42-Common-Core

03 - Minishell

The Project

Create a simple shell, managing the environment, handling a collection of builtin functions, and implementing pipe and redirection behaviour.

Research

What I learnt

One of the more challenging aspects of the shell was correctly implenting pipes. Even with work done on the earlier PipeX project, it was relatively easy to build a system that worked in most situations, enough that if you didn’t know how to test it thoroughly you might believe it was correctly implemented. Additionally, with the involvement of forks, the difference between a correct implementation and an incorrect one was hard to spot.

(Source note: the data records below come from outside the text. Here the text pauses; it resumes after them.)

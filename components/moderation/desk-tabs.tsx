import Link from "next/link";
import { cx } from "@/components/ui/cx";

export type DeskTab = "queue" | "applications" | "reviewers" | "disputes" | "posts";

/**
 * The moderator's desk: the review queue page (with held listings and policy re-checks on it) and
 * the seller applications, reviewer vetting, review disputes and the Q&A queue.
 */
export function DeskTabs({ current, counts }: { current: DeskTab; counts: { inReview: number; held: number; applications: number } }) {
  const tabs: { key: DeskTab | "held" | "rechecks"; href: string; label: string }[] = [
    { key: "queue", href: "/moderate", label: `Waiting for review (${counts.inReview})` },
    { key: "held", href: "/moderate#held", label: `Held (${counts.held})` },
    { key: "rechecks", href: "/moderate#rechecks", label: "Policy re-checks" },
    { key: "applications", href: "/moderate/applications", label: `Seller applications (${counts.applications})` },
    { key: "reviewers", href: "/moderate/reviewers", label: "Reviewer applications" },
    { key: "disputes", href: "/moderate/disputes", label: "Review disputes" },
    { key: "posts", href: "/moderate/posts", label: "Q&A queue" },
  ];
  return (
    <nav aria-label="Moderation desk" className="border-b border-graphite-200">
      <ul className="-mb-px flex flex-wrap gap-x-1">
        {tabs.map((tab) => {
          const active = tab.key === current;
          return (
            <li key={tab.key}>
              <Link
                href={tab.href}
                aria-current={active ? "page" : undefined}
                className={cx(
                  "inline-block border-b-2 px-3 py-2 text-sm font-medium no-underline",
                  active ? "border-copper-600 text-graphite-900" : "border-transparent text-graphite-600 hover:border-graphite-300 hover:text-graphite-900",
                )}
              >
                {tab.label}
              </Link>
            </li>
          );
        })}
      </ul>
    </nav>
  );
}
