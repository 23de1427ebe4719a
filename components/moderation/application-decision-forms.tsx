"use client";

import { useActionState } from "react";
import { Button } from "@/components/ui/button";
import { TextArea } from "@/components/ui/field";
import { FormMessage } from "@/components/ui/form-message";
import type { FormResult } from "@/lib/validations/auth";
import { typed, type ModerationFormAction } from "./listing-action-forms";

function message(state: FormResult | null) {
  return <FormMessage tone="error" message={state && !state.ok ? state.message : undefined} />;
}

export function ApplicationDecisionForms({ shopName, approve, decline }: { shopName: string; approve: ModerationFormAction; decline: ModerationFormAction }) {
  const [approved, approveAction, approving] = useActionState(approve, null);
  const [declined, declineAction, declining] = useActionState(decline, null);
  const reasonError = declined && !declined.ok ? (declined.fieldErrors as Record<string, string[] | undefined>).reason : undefined;
  return (
    <div className="grid gap-4 md:grid-cols-2">
      <form action={approveAction} className="space-y-2" aria-label={`Approve ${shopName}`}>
        <p className="text-sm text-graphite-700">Approving grants the seller role and opens the shop; the applicant is e-mailed.</p>
        {message(approved)}
        <Button type="submit" disabled={approving || declining}>
          {approving ? "Approving…" : `Approve “${shopName}”`}
        </Button>
      </form>
      <form action={declineAction} className="space-y-2" aria-label={`Decline ${shopName}`}>
        <TextArea key={typed(declined, "reason")} defaultValue={typed(declined, "reason")} name="reason" label="Reason for declining" hint="The applicant reads this." rows={2} maxLength={2000} error={reasonError} />
        {message(declined)}
        <Button type="submit" variant="secondary" disabled={approving || declining}>
          {declining ? "Declining…" : "Decline"}
        </Button>
      </form>
    </div>
  );
}
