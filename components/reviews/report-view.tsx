import { Markdown } from "@/components/markdown";
import { Alert } from "@/components/ui/alert";
import { Panel } from "@/components/ui/panel";
import type { SessionDetail } from "@/db/queries/reviews";
import { STAGE_LABELS } from "@/lib/listings/labels";
import { VERDICT_LABELS } from "@/lib/reviews/labels";
import { VerdictTag } from "./verdict-tag";

const dateFormat = new Intl.DateTimeFormat("en-GB", { dateStyle: "medium", timeStyle: "short", timeZone: "UTC" });

/** The delivered report: the verdict per checkpoint with the reviewer's comments, then the summary. */
export function ReportView({ report, reviewerName }: { report: NonNullable<SessionDetail["report"]>; reviewerName: string }) {
  const stops = report.verdicts.filter((v) => v.verdict === "stop");
  return (
    <Panel title="The report">
      <div className="space-y-4" data-testid="review-report">
        <p className="text-sm text-graphite-600">
          By {reviewerName}, delivered <time dateTime={report.createdAt.toISOString()}>{dateFormat.format(report.createdAt)} UTC</time>.
        </p>
        {stops.length > 0 ? (
          <Alert tone="stop" title={`Do not power up again until ${stops.length === 1 ? "this point is" : "these points are"} fixed`}>
            {stops.map((s) => s.checkpointName).join(", ")}. Disconnect mains and check the bus is discharged before touching anything.
          </Alert>
        ) : null}
        <ol className="space-y-3">
          {report.verdicts.map((v) => (
            <li key={v.checkpointId} className="rounded border border-graphite-200 bg-paper px-3 py-2" data-testid="report-verdict" data-verdict={v.verdict}>
              <div className="flex flex-wrap items-baseline gap-x-3 gap-y-1">
                <span className="font-semibold">{v.checkpointName}</span>
                <VerdictTag verdict={v.verdict} />
                <span className="text-xs text-graphite-600">{STAGE_LABELS[v.stage]}</span>
              </div>
              <p className="text-sm text-graphite-600">{VERDICT_LABELS[v.verdict].meaning}</p>
              {v.comment !== "" ? <p className="mt-1 text-sm whitespace-pre-line">{v.comment}</p> : null}
            </li>
          ))}
        </ol>
        <section>
          <h3 className="mb-1 font-semibold">Summary</h3>
          <Markdown minHeadingLevel={4}>{report.summaryMd}</Markdown>
        </section>
      </div>
    </Panel>
  );
}
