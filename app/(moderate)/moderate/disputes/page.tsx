import type { Metadata } from "next";
import Link from "next/link";
import { AccessDenied } from "@/components/access/access-denied";
import { RelativeTime } from "@/components/moderation/relative-time";
import { ReportView } from "@/components/reviews/report-view";
import { ReviewModerationTabs } from "@/components/reviews/review-moderation-tabs";
import { SessionFacts } from "@/components/reviews/session-facts";
import { SettleDisputeForm } from "@/components/reviews/settle-dispute-form";
import { Alert } from "@/components/ui/alert";
import { Card } from "@/components/ui/card";
import { EmptyState } from "@/components/ui/empty-state";
import { PageHeader } from "@/components/ui/page-header";
import { openDisputes, reviewModerationCounts, sessionForViewer } from "@/db/queries/reviews";
import { checkAccess } from "@/lib/auth/guard";
import { formatMoney } from "@/lib/format/money";
import { settleDisputeAction } from "./actions";

export const metadata: Metadata = { title: "Review disputes" };
export const dynamic = "force-dynamic";

export default async function ReviewDisputesPage({ searchParams }: { searchParams: Promise<{ done?: string }> }) {
  const access = await checkAccess(["moderator"]);
  if (!access.ok) return <AccessDenied decision={access} next="/moderate/disputes" />;
  const [{ done }, disputes, counts] = await Promise.all([searchParams, openDisputes(), reviewModerationCounts()]);
  const sessions = await Promise.all(disputes.map((d) => sessionForViewer(access.user, d.sessionId)));
  return (
    <div className="space-y-6" data-testid="review-disputes">
      <PageHeader
        eyebrow="Moderation"
        title="Review disputes"
        lede="Builders who say a delivered report is not what they booked. Read the report against the log, then let the payment stand or refund it in part or in full."
      />
      <ReviewModerationTabs current="disputes" counts={counts} />
      {done === "settled" ? <Alert tone="info" title="Settled. The session is closed and both parties have been e-mailed." /> : null}
      {disputes.length === 0 ? (
        <EmptyState title="No dispute waits">Disputed reviews appear here, the oldest first.</EmptyState>
      ) : (
        <ol className="space-y-6">
          {disputes.map((d, i) => {
            const session = sessions[i];
            if (!session) return null;
            const party = access.user.id === session.builderId || access.user.id === session.reviewerId;
            return (
              <li key={d.disputeId}>
                <Card className="space-y-4" data-testid={`dispute-${session.id}`}>
                  <header>
                    <h2 className="text-xl font-semibold">
                      <Link href={`/reviews/${session.id}`}>Review of “{session.logTitle}”</Link>
                    </h2>
                    <p className="text-sm text-graphite-600">
                      Disputed <RelativeTime iso={d.openedAt.toISOString()} /> by {session.builderName}
                    </p>
                  </header>
                  <div className="grid gap-4 lg:grid-cols-[1fr_2fr]">
                    <div className="space-y-3">
                      <SessionFacts session={session} />
                      <section>
                        <h3 className="font-semibold">The builder&apos;s reason</h3>
                        <p className="text-sm whitespace-pre-line">{d.reason}</p>
                      </section>
                    </div>
                    {session.report ? <ReportView report={session.report} reviewerName={session.reviewerName} /> : null}
                  </div>
                  {party ? (
                    <Alert tone="caution" title="You are part of this session">
                      Another moderator must decide it.
                    </Alert>
                  ) : (
                    <SettleDisputeForm action={settleDisputeAction.bind(null, session.id)} priceText={formatMoney(session.priceMinor - session.refundedMinor, session.currency)} />
                  )}
                </Card>
              </li>
            );
          })}
        </ol>
      )}
    </div>
  );
}
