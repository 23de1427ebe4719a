"use server";

import { revalidatePath } from "next/cache";
import { redirect } from "next/navigation";
import { settleDispute } from "@/db/queries/reviews";
import { requireUser } from "@/lib/auth/guard";
import { invalidReviewForm, reviewFailure } from "@/lib/reviews/form-result";
import type { FormResult } from "@/lib/validations/auth";
import { settleDisputeSchema } from "@/lib/validations/reviews";

export async function settleDisputeAction(sessionId: string, _previous: FormResult | null, form: FormData): Promise<FormResult> {
  try {
    const user = await requireUser(["moderator"]);
    const parsed = settleDisputeSchema.safeParse({ outcome: String(form.get("outcome") ?? ""), amount: String(form.get("amount") ?? ""), note: String(form.get("note") ?? "") });
    if (!parsed.success) return invalidReviewForm(parsed.error);
    await settleDispute({ actor: user, sessionId, decision: parsed.data });
  } catch (error) {
    return reviewFailure(error, "settle");
  }
  revalidatePath("/moderate", "layout");
  revalidatePath(`/reviews/${sessionId}`);
  redirect("/moderate/disputes?done=settled");
}
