import type { Metadata } from "next";
import { AccessDenied } from "@/components/access/access-denied";
import { AskQuestionForm } from "@/components/qa/ask-question-form";
import { Alert } from "@/components/ui/alert";
import { PageHeader } from "@/components/ui/page-header";
import { countApprovedPosts, listingChoices, ownLogs } from "@/db/queries/qa";
import { checkAccess } from "@/lib/auth/guard";
import { needsPreModeration, TRUSTED_AFTER_APPROVED_POSTS } from "@/lib/qa/rules";
import { questionFiltersSchema } from "@/lib/validations/qa";
import { askQuestionAction } from "../actions";

export const metadata: Metadata = { title: "Ask a question" };
export const dynamic = "force-dynamic";

type Props = { searchParams: Promise<{ listing?: string }> };

export default async function AskQuestionPage({ searchParams }: Props) {
  const { listing } = await searchParams;
  const access = await checkAccess();
  if (!access.ok) return <AccessDenied decision={access} next={listing ? `/questions/new?listing=${encodeURIComponent(listing)}` : "/questions/new"} />;
  const user = access.user;
  const [listings, logs, approvedPosts] = await Promise.all([listingChoices(), ownLogs(user.id), countApprovedPosts(user.id)]);
  const preselected = questionFiltersSchema.parse({ listing }).listing;
  return (
    <div className="space-y-6">
      <PageHeader
        eyebrow="Bench help"
        title="Ask a question"
        lede="Say what you are building, what you measured and what you expected. Photos of the board and scope captures help others help you."
      />
      {needsPreModeration({ roles: user.roles, approvedPosts }) ? (
        <Alert tone="info" title="A moderator reads it first">
          Your first posts wait for a moderator before others can see them. Once {TRUSTED_AFTER_APPROVED_POSTS} of your posts have been
          approved, new ones appear at once.
        </Alert>
      ) : null}
      <Alert tone="caution" title="Before you measure again">
        Unplug the build and check with a meter that the bus capacitors are discharged before you touch the board or move a probe.
      </Alert>
      <AskQuestionForm
        action={askQuestionAction}
        listings={listings}
        logs={logs}
        defaultListingId={preselected && listings.some((l) => l.id === preselected) ? preselected : undefined}
      />
    </div>
  );
}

The key concept that had been misunderstood is that the end of a pipe is only properly closed once all proccesses that have access to the particular file descriptor have closed their end of the pipe. This had implications in two areas:

  1. Duplicating a file descriptor with the Standard Input or Output streams essentially means the Standard IO streams become additional copies of the file descriptor. As we want any reading and writing to happen via the Standard IO streams, we want all other ends of the pipes closed, meaning it was necessary to close the pipe end we just duplicated immediately after duplication.
  2. When forking, the child process receives a copy of any file descriptors that the parent process had access to. Thus, if we expect the child to be able to close the pipe for writing so the next child process can start reading, the parent must close its copy of the pipe file descriptor. Critically, it should do so as soon as there are no longer any child processes that require a copy of it, so that subsequent child processes in a pipeline don’t receive copies of the file descriptor that must be closed.

The test that helped with illustrating whether this was working properly was cat | cat | ls. In Bash, the command immediately outputs the result of ls, and then leaves you in the input prompt of cat. However, upon pressing enter twice, it leaves the cat prompts and returns to the shell prompt. What is happening is that ls immediately runs, and so closes the standard in stream, which is the read end of a pipe shared with the middle cat. Upon pressing enter the cat commands try and pass input through their output pipes, only the middle cat receives a SIGPIPE error as it tried to write to a pipe with the read end already closed. The SIGPIPE causes the middle cat process to terminate. Then when the prompt receives the next new line, the first cat attempts to write to its output, but the middle cat being terminated means the read end of the pipe is now closed, so the first cat now receives a SIGPIPE and closes. Then, with all processes finally terminated, the parent process can finally return to the main shell prompt.

That being said, if your implementation is overzealous with closing pipes, cat | cat | ls may work but normal pipe commands might not, so it was important to test alongside something like ls | grep i (in a directory with something containing an i - the minishell will work for this).

The approach I took to getting this implemented properly was different to what I had tried before, in that I created a new project file in which I only implemented the pipe behaviour. I hardcoded my two test cases, and only once I had discovered why it had not been working, and had finally implemented the pipes correctly, did I rework the minishell code to utilise/mirror the approach I took in the new project file.